BDD style tends to scale much higher, declares its test coupling more clearly,
and survives refactoring and growing test plans much better, IME. It’s also
stupid simple to split large files into several bits by cleaving the tests.

But if I’m writing _that_ much code I might switch to shebangs and use another
language that has a better debugger and simpler code sharing. Python. Ruby.
Node.

For all the time I’ve been using Bourne shells I’ve hardly touched the actual
debugging facilities (instead of echo all over) so my advice is a little
biased against big bash.

------
choward
Sorry to go off topic but one of my pet peeves is things self-described as
"simple". What does that even mean? Is it simple to use? Is the implementation
simple? Is it lacking features that I'm going to need and regret it later? I
think it's most people's goal to make their software user friendly, but let us
users decide that.

Also, when coming across a project where other solutions exist, it's nice
seeing an explanation of why you created your solution instead using prior
art. What inspired that project? That really helps me when trying to decide on
something. Some comparisons would also be nice.

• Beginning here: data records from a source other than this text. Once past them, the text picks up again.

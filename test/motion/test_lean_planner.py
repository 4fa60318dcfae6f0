"""The lean planner against SciPy's boundary-value solver, Pinocchio's momentum, statics, and symmetries."""

from collections.abc import Callable

import attrs
import numpy as np
import pytest
from numpy.typing import NDArray

from ballbal_ros.errors import PlanError
from ballbal_ros.motion.lean_plan import LeanPlan
from ballbal_ros.motion.lean_planner import plan_lean
from ballbal_ros.motion.lean_solver import LeanProblem, equilibrium_lean, solve_lean
from ballbal_ros.motion.parameters import CompensationParameters
from ballbal_ros.motion.plan_request import BallMotion, HandWrench, PlanRequest, StartState
from ballbal_ros.motion.spline import ArmPath
from ballbal_ros.robot.attitude import rotation_lean
from ballbal_ros.robot.balance_rows import GRAVITY, OutsideMotion, UpperBodyTerms
from ballbal_ros.robot.loads import Load
from ballbal_ros.robot.whole_body import WholeBody
from helpers.balance_check import unbalanced_moment
from helpers.boundary_value import bounded_lean
from helpers.robots import compensation, posture, reach, shelver

TIMES = np.linspace(0.0, 3.0, 301)


def planner(**settings: float) -> CompensationParameters:
    """The demo robot's planner with other settings."""
    return attrs.evolve(compensation(), planner=attrs.evolve(compensation().planner, **settings))


def plan(lead_in: float, parameters: CompensationParameters | None = None, **request: object) -> LeanPlan:
    """A plan for `reach`."""
    asked = PlanRequest(arms=reach().path(), lead_in=lead_in, **request)
    return plan_lean(reach().body(), asked, parameters or compensation())


def still_arms() -> ArmPath:
    return ArmPath.still(reach().first, 0.5)


def smooth_step(times: NDArray[np.float64], duration: float) -> tuple[NDArray[np.float64], ...]:
    """From 0 to 1 and its two derivatives [N]."""
    s = np.clip(times / duration, 0.0, 1.0)
    return (
        10 * s**3 - 15 * s**4 + 6 * s**5,
        (30 * s**2 - 60 * s**3 + 30 * s**4) / duration,
        (60 * s - 180 * s**2 + 120 * s**3) / duration**2,
    )


def test_the_bounded_lean_is_that_of_scipys_solver():
    """With ample lead-in the plan agrees with scipy.integrate.solve_bvp on the same equations to 0.01 degree."""
    ours = plan(3.0, planner(tail=3.0))
    reference = bounded_lean(shelver(), reach().loads, reach().path(), 3.0, ours.duration)(ours.times)
    assert np.degrees(np.abs(reference[:2].T - ours.lean).max()) < 0.01
    assert np.degrees(np.abs(reference[2:].T - ours.lean_rate).max()) < 0.1
    assert np.degrees(np.abs(ours.lean[:, 1]).max()) > 5.0
    assert np.abs(ours.ball).max() < 1e-4


@pytest.mark.parametrize("lead_in", [0.0, 0.2, 0.5, 1.6])
def test_gravity_gives_the_moment_that_the_planned_motion_needs(lead_in: float):
    """Weighed by Pinocchio between the plan's nodes, lean, arms and ball change their momentum as gravity does.

    Without the lean the arms would ask for some 60 N m; where their jerk begins at once a node's share of it is left.
    """
    at, missing = unbalanced_moment(shelver(), reach().loads, reach().path(), plan(lead_in))
    assert np.abs(missing).max() < 1.0
    assert np.sqrt(np.mean(missing**2)) < 0.1
    assert np.abs(missing.sum(axis=0) * (at[1] - at[0])).max() < 0.02


def test_gravity_gives_the_moment_on_a_ball_that_rolls_and_turns():
    """The same holds for a ball that rolls one metre to the front left while heading and arms turn."""
    step = np.stack(smooth_step(TIMES, 2.5))
    goal = np.array([1.0, 0.4, 1.0])
    ball = BallMotion(TIMES + 1.6, *(each[:, None] * goal for each in step))
    made = plan(2.0, ball=ball)
    np.testing.assert_allclose(made.ball[-1], goal[:2], atol=1e-3)
    assert made.heading[-1] == pytest.approx(1.0)
    assert np.abs(made.ball[160 : 160 + len(TIMES)] - ball.position[:, :2]).max() < 1e-3
    at, missing = unbalanced_moment(shelver(), reach().loads, reach().path(), made)
    assert np.abs(missing).max() < 1.0
    assert np.abs(missing.sum(axis=0) * (at[1] - at[0])).max() < 0.03
    # It leans towards where it is to go, and back to stop there (common practice, no source).
    assert made.lean[180:260, 1].mean() > made.lean[300:400, 1].mean() + 0.03


def test_plans_begin_and_end_at_rest_in_equilibrium():
    """A plan begins and ends at rest, with the mass centre above the ball, and the ball at its station."""
    for lead_in in (0.1, 1.6):
        made = plan(lead_in)
        for end, position in ((0, reach().first), (-1, reach().last)):
            lean = reach().body().posture(position).equilibrium_lean
            np.testing.assert_allclose(made.lean[end], lean, atol=1e-9)
            np.testing.assert_allclose(made.lean_rate[end], 0.0, atol=2e-5)
            np.testing.assert_allclose(made.ball[end], 0.0, atol=1e-12)
            np.testing.assert_allclose(made.ball_rate[end], 0.0, atol=1e-12)


def mirrored(terms: UpperBodyTerms) -> UpperBodyTerms:
    """The terms of the robot's mirror image in the x-z plane."""
    vector, pseudo = np.array([1.0, -1.0, 1.0]), np.array([-1.0, 1.0, -1.0])
    matrix = np.outer(vector, vector)
    return attrs.evolve(
        terms,
        moment=terms.moment * vector,
        moment_rate=terms.moment_rate * vector,
        moment_acceleration=terms.moment_acceleration * vector,
        inertia=terms.inertia * matrix,
        inertia_rate=terms.inertia_rate * matrix,
        angular=terms.angular * pseudo,
        angular_rate=terms.angular_rate * pseudo,
    )


def test_a_mirror_image_leans_in_the_mirror():
    """The bounded lean of the mirror image of a one-armed motion has the same pitch and the opposite roll."""
    times = np.arange(0.0, 4.0, 0.01)
    last = posture({"left_shoulder_pitch": -1.2, "left_shoulder_roll": 0.4}, reach().first)
    arms = ArmPath.through(np.array([0.0, 0.8]), np.stack((reach().first, last)), *np.zeros((2, 2, 12)))
    terms = reach().body().terms(*arms.sample(times - 1.6))
    leans = []
    for each in (terms, mirrored(terms)):
        given = OutsideMotion.at_rest(len(times))
        problem = LeanProblem.of(each, given, 0.01, shelver().parameters.ball.radius, shelver().ball_apparent_mass)
        ends = (equilibrium_lean(problem, node, each.static_lean()[node]) for node in (0, -1))
        leans.append(solve_lean(problem, *ends).lean)
    assert np.ptp(leans[0][:, 0]) > 0.01
    np.testing.assert_allclose(leans[1], leans[0] * np.array([-1.0, 1.0]), atol=1e-10)


@pytest.mark.parametrize("heading", [0.7, -2.0, 3.1])
def test_the_heading_does_not_matter(heading: float):
    """With the heading turned by any angle the plan is the same, and says that heading."""
    turned = np.tile([0.0, 0.0, heading], (2, 1))
    ball = BallMotion(np.array([0.0, 1.0]), turned, 0.0 * turned, 0.0 * turned)
    ours, there = plan(0.2), plan(0.2, ball=ball)
    for name in ("lean", "lean_rate", "ball", "torque"):
        np.testing.assert_allclose(getattr(there, name), getattr(ours, name), atol=1e-9, err_msg=name)
    np.testing.assert_allclose(there.heading, heading)


@pytest.mark.parametrize("lead_in", [0.0, 0.6])
def test_a_plan_begins_where_the_robot_is(lead_in: float):
    """From a state that moves, lean, ball and their rates begin there, and the plan ends at the station."""
    rest = np.array(reach().body().posture(reach().first).equilibrium_lean)
    start = StartState(
        lean=rest + [0.01, -0.015],
        lean_rate=np.array([-0.03, 0.06]),
        ball=np.array([0.02, -0.01]),
        ball_rate=np.array([-0.05, 0.04]),
    )
    made = plan(lead_in, start=start)
    np.testing.assert_allclose(made.lean[0], start.lean, atol=1e-12)
    np.testing.assert_allclose(made.lean_rate[0], start.lean_rate, atol=2e-5)
    np.testing.assert_allclose(made.ball[0], start.ball, atol=1e-12)
    np.testing.assert_allclose(made.ball_rate[0], start.ball_rate, atol=1e-12)
    np.testing.assert_allclose(made.ball[-1], 0.0, atol=1e-12)
    at, missing = unbalanced_moment(shelver(), reach().loads, reach().path(), made)
    assert np.abs(missing).max() < 1.5
    assert np.abs(missing.sum(axis=0) * (at[1] - at[0])).max() < 0.03


def test_a_load_that_is_announced_is_leant_for_before_it_comes():
    """Before an announced load comes the lean is on its way; long before and after, it is the equilibrium's."""
    body, load = WholeBody(shelver()), Load("left_hand", 1.5, [0.0, 0.0, -0.05])
    stretched = posture({"left_shoulder_pitch": -1.4})
    request = PlanRequest(ArmPath.still(stretched, 0.5), 0.0, loads=[(2.0, load)])
    made = plan_lean(body, request, planner(tail=2.5))
    without = np.array(body.posture(stretched).equilibrium_lean)
    laden = np.array(WholeBody(shelver(), [load]).posture(stretched).equilibrium_lean)
    np.testing.assert_allclose(made.lean[[0, -1]], [without, laden], atol=1e-8)
    # By the symmetry of the bounded solution about a step it is half-way when the load comes.
    half = (made.lean[200, 1] - without[1]) / (laden[1] - without[1])
    assert half == pytest.approx(0.5, abs=0.1)
    assert body.loads == {}
    assert plan_lean(body, PlanRequest(ArmPath.still(stretched, 0.5), 0.0), compensation()).lean[-1] == pytest.approx(
        without
    )


def test_a_steady_pull_is_leant_against_as_statics_says():
    """Under a steady pull and twist on a hand the plan ends where gravity's moment about the contact balances them."""
    force, moment = np.array([[0.0] * 3, [-18.0, 7.0, 4.0]]), np.array([[0.0] * 3, [0.5, -1.0, 2.0]])
    wrench = HandWrench("left_hand", np.array([1.5, 2.0]), force, moment)
    made = plan_lean(reach().body(), PlanRequest(still_arms(), 0.0, wrenches=[wrench]), planner(tail=2.5))
    rotation, contact = rotation_lean(made.lean[-1]), np.array([0.0, 0.0, -shelver().parameters.ball.radius])
    body = reach().body()
    center = rotation @ body.center_of_mass(reach().first)
    hand = rotation @ body.hand_position("left_hand", reach().first)
    about = (
        np.cross(center - contact, [0.0, 0.0, -body.mass * GRAVITY]) + np.cross(hand - contact, force[1]) + moment[1]
    )
    np.testing.assert_allclose(about[:2], 0.0, atol=1e-6)
    assert np.abs(made.lean[-1] - made.lean[0]).max() > 0.02
    assert np.abs(made.ball).max() < 0.002


def test_the_feedforward_at_rest_holds_the_lean():
    """In equilibrium, the mass centre above the ball, the drive gives no torque about x and y."""
    made = plan(1.6)
    np.testing.assert_allclose(made.torque[[0, -1], :2], 0.0, atol=0.05)


def impossible() -> list[Callable[[], LeanPlan]]:
    thrown = attrs.evolve(reach(), duration=0.02)
    return [
        lambda: plan_lean(reach().body(), PlanRequest(thrown.path(), 1.0), compensation()),
        lambda: plan(0.3, start=StartState(np.array([0.0, 0.5]), np.array([0.0, 3.0]), np.zeros(2), np.zeros(2))),
    ]


@pytest.mark.parametrize("make", impossible(), ids=["thrown arms", "falling start"])
def test_the_impossible_is_refused_in_one_line(make: Callable[[], LeanPlan]):
    """A motion or a start far beyond what the robot can do is refused in one line that says why."""
    with pytest.raises(PlanError) as caught:
        make().refuse_beyond_limits("plan")
    assert "\n" not in str(caught.value)
    assert "; " in str(caught.value)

I have been considering using a shell testing framework for a while (at the
moment I just write tests that shell out). But when I see project this new
when others have existed for a while I'm curious to know why it was created.
However I get that because it's new, documentation probably isn't the main
concern right now. I don't know if you care about adoption or just wrote this
for yourself.

Anyway, looks good. I like the output.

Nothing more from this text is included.